#### Directions:
Beginning with the line that contains "mesh.calculate_warping_properties()", transcribe every line down to the end of the entries, exactly, and no other lines.

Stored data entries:
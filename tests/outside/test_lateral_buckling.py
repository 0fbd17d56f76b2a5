"""Lateral-torsional buckling and warping against solutions that share no formula with the rules.

Sources
-------
The differential equation of a bar under an even moment, E Iw φ'''' − G It φ'' − (M²/E Iz) φ = 0 with φ = φ'' = 0 at its
ends (Timoshenko & Gere, Theory of Elastic Stability), as an eigenvalue problem in finite differences.
sectionproperties, a finite-element library for cross sections: the warping constant of a channel.
"""

from __future__ import annotations

import numpy as np
import pytest
from rule_states import make_channel, make_flat
from sectionproperties.analysis import Section as MeshedSection
from sectionproperties.pre.library import channel_section

from rigdesign.hardware.rules.common import channel_warping
from rigdesign.hardware.rules.en.bars import critical_moment

E = 210e9
G = E / 2.6


def least_moment(Iz: float, It: float, Iw: float, L: float) -> float:
    """Least M of the differential equation, 200 points."""
    n = 200
    step = L / (n + 1)
    second = (np.diag(np.full(n, -2.0)) + np.diag(np.ones(n - 1), 1) + np.diag(np.ones(n - 1), -1)) / step**2
    stiffness = E * Iw * second @ second - G * It * second
    return float(np.sqrt(E * Iz * np.linalg.eigvalsh(stiffness)[0]))


@pytest.mark.parametrize("length", [0.4, 1.1, 2.7])
@pytest.mark.parametrize("section", [make_flat(), make_channel()])
def test_critical_moment(section, length):
    """Finite differences of second order on 200 points: 2e-4 at most."""
    warping = channel_warping(section) if section.kind == "channel" else 0.0
    ours = critical_moment(E, section.inertia_weak, section.torsion, warping, length)
    assert ours == pytest.approx(least_moment(section.inertia_weak, section.torsion, warping, length), rel=2e-4)


def test_warping_of_a_channel():
    """The formula is of thin walls, the mesh of the true section, and the walls here are thin: 0.3 %."""
    section = make_channel(depth=0.160, width=0.060, web=0.0015, flange=0.0025)
    shape = channel_section(d=160, b=60, t_f=2.5, t_w=1.5, r=0, n_r=2)
    mesh = MeshedSection(shape.create_mesh(mesh_sizes=[3]))
    mesh.calculate_geometric_properties()
    mesh.calculate_warping_properties()
    assert channel_warping(section) == pytest.approx(mesh.get_gamma() * 1e-18, rel=0.003)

#### Task answer:
    mesh.calculate_warping_properties()
    assert channel_warping(section) == pytest.approx(mesh.get_gamma() * 1e-18, rel=0.003)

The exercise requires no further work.